VARATO IL PIANO TERRITORIALE, VERO STRUMENTO DELL’AUTONOMIA VALTELLINESE!
La Provincia ha approvato il Piano Territoriale-Paesistico che ora affronta il Consiglio Regionale, ma già vi sono stati pronunciamenti tali da far considerare l’approvazione una formalità.
Vediamo i punti salienti.
VIABILITA’
Il cardine è rappresentato dalle Statali 38 e 36.
Al Trivio di Fuentes la nuova arteria a quattro corsie fiancheggiando l’Adda giunge al colmo di Dazio che trafora sbucando nel Piano della Selvetta. Qui corre a fianco dell’Adda per andare poi a congiungersi, riducendosi a unica carreggiata a due corsie, alla tangenziale di Sondrio esistente che proseguirà, in unica carreggiata a due corsie a valle della ferrovia sino a poco dopo la stazione di Tresivio-Poggiridenti-Piateda (stazione che in realtà è nel comune di Piateda). Qui con sottopasso e svincolona fiore si innesterà, per ora, sull’attuale SS.38, in attesa che si faccia la nuova strada sul versante orobico sino a Villa di Tirano.
Per ora ci sarà la tangenziale di Tirano che inizierà a Villa per andare ad unirsi a Serio alla superstrada esistente. Prevista inoltre la tangenziale di Bormio con partenza da Santa Lucia.
Per quanto riguarda la SS. 36 ne è prevista la riqualificazione.
I tempi: il Piano ha opportunamente stabilito che i tempi di esecuzione debbono essere inferiori a quelli effettivi serviti all’ing. Donegani per costruire, a picca e pala e non con le moderne tecnologie, la strada dello Stelvio. Prima dei mondiali quindi tutto a posto.

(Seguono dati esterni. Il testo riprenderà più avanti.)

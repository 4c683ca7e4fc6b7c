// The Levenberg–Marquardt solver on problems with known minima: Rosenbrock's function as least squares,
// r = (10(x₂ − x₁²), 1 − x₁), minimum at (1, 1) (H. H. Rosenbrock, Computer J. 3, 1960; the standard
// start (−1.2, 1) of J. J. Moré, B. S. Garbow, K. E. Hillstrom, ACM TOMS 7, 1981); an exponential decay
// fitted to exact samples; and a box that holds the answer at its edge.

import { describe, expect, it } from 'vitest';
import { levenbergMarquardt, type LeastSquaresProblem } from '../../src/measure/levenberg-marquardt.js';

const open = (n: number) => ({ lower: new Float64Array(n).fill(-Infinity), upper: new Float64Array(n).fill(Infinity) });

const rosenbrock: LeastSquaresProblem = {
  parameters: 2,
  residuals: 2,
  ...open(2),
  evaluate(x, r, j) {
    r[0] = 10 * (x[1] - x[0] * x[0]);
    r[1] = 1 - x[0];
    if (j) {
      j[0] = -20 * x[0];
      j[1] = -1;
      j[2] = 10;
      j[3] = 0;
    }
  },
};

describe('levenbergMarquardt', () => {
  it('Rosenbrock from (−1.2, 1) reaches (1, 1)', () => {
    const s = levenbergMarquardt(rosenbrock, Float64Array.of(-1.2, 1));
    expect(Math.abs(s.x[0] - 1)).toBeLessThan(1e-10);
    expect(Math.abs(s.x[1] - 1)).toBeLessThan(1e-10);
    expect(s.cost).toBeLessThan(1e-20);
  });

  it('y = a·exp(−b·t) from exact samples gives a = 2.5, b = 0.7', () => {
    const t = Array.from({ length: 30 }, (_, i) => i / 5);
    const y = t.map((ti) => 2.5 * Math.exp(-0.7 * ti));
    const s = levenbergMarquardt(
      {
        parameters: 2,
        residuals: 30,
        ...open(2),
        evaluate(x, r, j) {
          t.forEach((ti, i) => {
            const e = Math.exp(-x[1] * ti);
            r[i] = x[0] * e - y[i];
            if (j) {
              j[i] = e;
              j[30 + i] = -x[0] * ti * e;
            }
          });
        },
      },
      Float64Array.of(1, 0.1),
    );
    expect(Math.abs(s.x[0] - 2.5)).toBeLessThan(1e-10);
    expect(Math.abs(s.x[1] - 0.7)).toBeLessThan(1e-10);
  });

  it('keeps parameters in their box: min (x − 3)² with x ≤ 2 ends at 2', () => {
    const s = levenbergMarquardt({ parameters: 1, residuals: 1, lower: Float64Array.of(-10), upper: Float64Array.of(2), evaluate: (x, r, j) => ((r[0] = x[0] - 3), j && (j[0] = 1)) }, Float64Array.of(0));
    expect(s.x[0]).toBe(2);
    expect(s.cost).toBeCloseTo(0.5, 12);
  });
});
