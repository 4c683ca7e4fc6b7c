import { readFileSync } from 'node:fs';
import { fileURLToPath } from 'node:url';
import { describe, expect, it } from 'vitest';
import { writeTouchstone, type TouchstoneWriteInput } from '../../src/measure/touchstone-write.js';

// The writer's text is compared with the worked examples of the Touchstone File Format Specification 2.0
// (IBIS Open Forum, 2009), as kept in scikit-rf's test folder (BSD-3, copied unchanged into
// test/fixtures/touchstone/spec with its notice). Each check names its example. Values are given to the writer
// in ohms and plain numbers, as zfolio holds them.
const SPEC = fileURLToPath(new URL('../fixtures/touchstone/spec/', import.meta.url));
const example = (name: string) => readFileSync(SPEC + name, 'utf8');
/** The data lines of a file: neither comments nor keywords nor the option line, comments cut off. */
const dataLines = (text: string) =>
  text
    .split(/\r?\n/)
    .map((l) => l.replace(/!.*/, '').trimEnd())
    .filter((l) => l.trim() !== '' && !l.trimStart().startsWith('[') && !l.trimStart().startsWith('#'));
const numbers = (line: string) => line.trim().split(/\s+/).map(Number);
const rad = Math.PI / 180;

/** Polar values (magnitude, degrees) to the writer's re/im arrays. */
function polar(values: [number, number][]): { re: Float64Array; im: Float64Array } {
  return {
    re: Float64Array.from(values, ([m, a]) => m * Math.cos(a * rad)),
    im: Float64Array.from(values, ([m, a]) => m * Math.sin(a * rad)),
  };
}

describe('writeTouchstone against the specification’s examples', () => {
  it('version 1 normalises Z to R: the ohms of example 10 written with R 75 are the numbers of example 9', () => {
    const ohms = dataLines(example('ex_10.ts')).map(numbers);
    const input: TouchstoneWriteInput = {
      version: 1,
      ports: 1,
      parameter: 'Z',
      format: 'MA',
      unit: 'MHz',
      reference: 75,
      frequencies: Float64Array.from(ohms, (r) => r[0] * 1e6),
      ...polar(ohms.map((r) => [r[1], r[2]])),
    };
    const text = writeTouchstone(input);
    expect(text.split('\n').find((l) => l.startsWith('#'))).toBe('# MHz Z MA R 75');
    const written = dataLines(text).map(numbers);
    const expected = dataLines(example('ex_9.s1p')).map(numbers);
    expect(written).toHaveLength(expected.length);
    written.forEach((row, k) => row.forEach((v, j) => expect(v).toBeCloseTo(expected[k][j], 10)));
  });

  it('version 2 two-port in 21_12 order: the data lines of example 3, character for character', () => {
    // S11 = 111, S12 = 112, S21 = 121, S22 = 122 at 1 GHz; 211… at 2 GHz; all at 0°.
    const at = (k: number) => [k * 100 + 11, k * 100 + 12, k * 100 + 21, k * 100 + 22];
    const text = writeTouchstone({
      version: 2,
      ports: 2,
      parameter: 'S',
      format: 'MA',
      unit: 'GHz',
      reference: 50,
      frequencies: Float64Array.from([1e9, 2e9]),
      re: Float64Array.from([...at(1), ...at(2)]),
      im: new Float64Array(8),
      twoPortOrder: '21_12',
    });
    const reference = dataLines(example('ex_3.ts'));
    expect(dataLines(text)).toEqual(reference);
    // Keywords in the order the example gives them, [Version] first and [End] last (the specification's rule).
    const keywords = (t: string) => t.split('\n').filter((l) => l.startsWith('[')).map((l) => l.replace(/\].*/, ']'));
    const ours = keywords(text);
    expect(ours[0]).toBe('[Version]');
    expect(ours.at(-1)).toBe('[End]');
    const shared = keywords(reference.join('\n') + '\n' + example('ex_3.ts')).filter((k) => ours.includes(k));
    expect(ours.filter((k) => shared.includes(k))).toEqual(shared);
    expect(text).toContain('[Number of Frequencies] 2\n');
  });

  it('a four-port writes each frequency’s matrix one row a line, as example 14', () => {
    const rows = dataLines(example('ex_14.s4p')).map(numbers);
    // Every fourth line starts with the frequency; the others hold a row's four pairs alone.
    const frequencies: number[] = [];
    const values: [number, number][] = [];
    rows.forEach((r, i) => {
      const pairs = i % 4 === 0 ? r.slice(1) : r;
      if (i % 4 === 0) frequencies.push(r[0] * 1e9);
      for (let j = 0; j < 8; j += 2) values.push([pairs[j], pairs[j + 1]]);
    });
    const text = writeTouchstone({ version: 1, ports: 4, parameter: 'S', format: 'MA', unit: 'GHz', reference: 50, frequencies: Float64Array.from(frequencies), ...polar(values), digits: 6 });
    const written = dataLines(text).map(numbers);
    expect(written).toHaveLength(rows.length);
    written.forEach((row, k) => {
      expect(row).toHaveLength(rows[k].length);
      row.forEach((v, j) => expect(v).toBeCloseTo(rows[k][j], 4));
    });
  });

  it('RI and DB formats: 20·log10|S| and the angle; real and imaginary parts as they are', () => {
    const base = { version: 2 as const, ports: 1, parameter: 'S' as const, unit: 'Hz' as const, reference: 50, frequencies: Float64Array.from([1e6]) };
    const s = { re: Float64Array.from([0.3]), im: Float64Array.from([-0.4]) };
    expect(dataLines(writeTouchstone({ ...base, format: 'RI', ...s }))).toEqual(['1000000 0.3 -0.4']);
    const [f, db, angle] = numbers(dataLines(writeTouchstone({ ...base, format: 'DB', ...s }))[0]);
    expect(f).toBe(1e6);
    // |S| = 0.5: 20·log10(0.5) = −6.0206 dB; angle atan2(−0.4, 0.3) = −53.130°.
    expect(db).toBeCloseTo(-6.020599913279624, 12);
    expect(angle).toBeCloseTo(-53.13010235415598, 12);
  });

  it('refuses value arrays that do not match ports × frequencies', () => {
    expect(() =>
      writeTouchstone({ version: 2, ports: 2, parameter: 'Z', format: 'RI', unit: 'Hz', reference: 50, frequencies: Float64Array.from([1, 2]), re: new Float64Array(4), im: new Float64Array(4) }),
    ).toThrow(/ports × frequencies/);
  });
});

/** A version 1 one-port S file in RI (a data line: the frequency, then Re and Im of S11). */
const onePort = (re: number[], im: number[], extra: Partial<TouchstoneWriteInput> = {}): TouchstoneWriteInput => ({
  version: 1,
  ports: 1,
  parameter: 'S',
  format: 'RI',
  unit: 'Hz',
  reference: 50,
  frequencies: Float64Array.from(re, (_, k) => 1000 * (k + 1)),
  re: Float64Array.from(re),
  im: Float64Array.from(im),
  ...extra,
});

describe('writeTouchstone with decimals per value', () => {
  it('writes each value as its rounding to that many decimals reads back (String(Number(v.toFixed(d))), ECMA-262)', () => {
    const re = [0.123456789, -0.99999999987, 0.5, -0.0000001234, 0.999999999999999, 1e-9];
    const im = [-0.000012345678, 0.3333333333333333, -0.25, 0.7071067811865476, -1e-12, 0.0625];
    const decimals = Uint8Array.from([6, 12, 3, 9, 17, 4]);
    const lines = dataLines(writeTouchstone(onePort(re, im, { decimals })));
    expect(lines).toEqual(re.map((r, k) => `${1000 * (k + 1)} ${String(Number(r.toFixed(decimals[k])))} ${String(Number(im[k].toFixed(decimals[k])))}`));
    expect(lines[0]).toBe('1000 0.123457 -0.000012');
    expect(lines[3]).toBe('4000 -1.23e-7 0.707106781');
  });

  it('refuses decimals for a format other than RI, or of another length than the values', () => {
    expect(() => writeTouchstone(onePort([0.1], [0.2], { format: 'MA', decimals: Uint8Array.from([3]) }))).toThrow(RangeError);
    expect(() => writeTouchstone(onePort([0.1, 0.2], [0.2, 0.3], { decimals: Uint8Array.from([3]) }))).toThrow(RangeError);
  });
});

A latere realizzazione dell’obiettivo saggio che l’allora assessore ai LL.PP. della Provincia, on. Bozzetti, aveva posto: quello di avere in destra e sinistra Adda – e dove impossibile almeno da una parte – strade provinciali alternative alla SS. 38. Alcuni esempi: completamento della Valeriana tra Pania e Masino, provinciale Piantedo-Talamona con studio di una soluzione per passare il Tartano e unirsi alla Provinciale delle Orobie. Strada alta di emergenza in versante destro della Valmalenco per evitare l’isolamento della valle nel caso di interruzioni dell’unica strada esistente dopo che la frana di Spriana ha distrutto l’alternativa Ponchiera-Prato. Riqualificazione della viabilità già esistente per unire Tirano e Villa a Teglio. Collegamento da Tresenda con la provinciale Stazzona-Tirano-Lovero utilizzando l’esistente strada comunale migliorata. Tangenziale di Lovero per arrivare sino a Grosotto e Grosio .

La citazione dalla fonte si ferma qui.